#### Data extract

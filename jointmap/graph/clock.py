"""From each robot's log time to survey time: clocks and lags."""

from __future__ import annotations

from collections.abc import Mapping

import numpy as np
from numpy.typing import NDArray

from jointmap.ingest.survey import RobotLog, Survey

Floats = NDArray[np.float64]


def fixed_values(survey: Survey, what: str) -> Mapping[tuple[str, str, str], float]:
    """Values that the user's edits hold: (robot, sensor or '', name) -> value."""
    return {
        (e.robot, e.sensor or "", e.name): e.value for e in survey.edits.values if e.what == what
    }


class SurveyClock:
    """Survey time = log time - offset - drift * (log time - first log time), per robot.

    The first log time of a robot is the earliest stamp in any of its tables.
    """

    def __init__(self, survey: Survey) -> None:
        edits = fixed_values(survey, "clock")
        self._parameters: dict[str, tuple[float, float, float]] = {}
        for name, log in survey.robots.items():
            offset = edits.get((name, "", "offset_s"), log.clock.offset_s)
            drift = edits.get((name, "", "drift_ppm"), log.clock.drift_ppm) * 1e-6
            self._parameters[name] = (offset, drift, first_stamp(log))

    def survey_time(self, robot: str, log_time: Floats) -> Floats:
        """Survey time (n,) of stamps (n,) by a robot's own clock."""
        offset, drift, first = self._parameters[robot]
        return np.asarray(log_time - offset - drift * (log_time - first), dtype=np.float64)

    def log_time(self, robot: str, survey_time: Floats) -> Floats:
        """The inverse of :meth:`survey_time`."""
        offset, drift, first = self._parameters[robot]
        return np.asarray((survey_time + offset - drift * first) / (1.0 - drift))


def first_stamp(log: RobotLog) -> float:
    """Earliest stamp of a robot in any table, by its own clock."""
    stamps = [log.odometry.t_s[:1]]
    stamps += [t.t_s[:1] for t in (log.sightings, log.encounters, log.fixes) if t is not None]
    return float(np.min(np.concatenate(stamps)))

#### Your objective
Please transcribe exactly the lines above from the line that has "self._parameters: dict[str, tuple[float, float, float]]" up to and including the line that has "log.clock.drift_ppm) * 1e-6"; no other line belongs in the answer.

#### Completed exercise
        self._parameters: dict[str, tuple[float, float, float]] = {}
        for name, log in survey.robots.items():
            offset = edits.get((name, "", "offset_s"), log.clock.offset_s)
            drift = edits.get((name, "", "drift_ppm"), log.clock.drift_ppm) * 1e-6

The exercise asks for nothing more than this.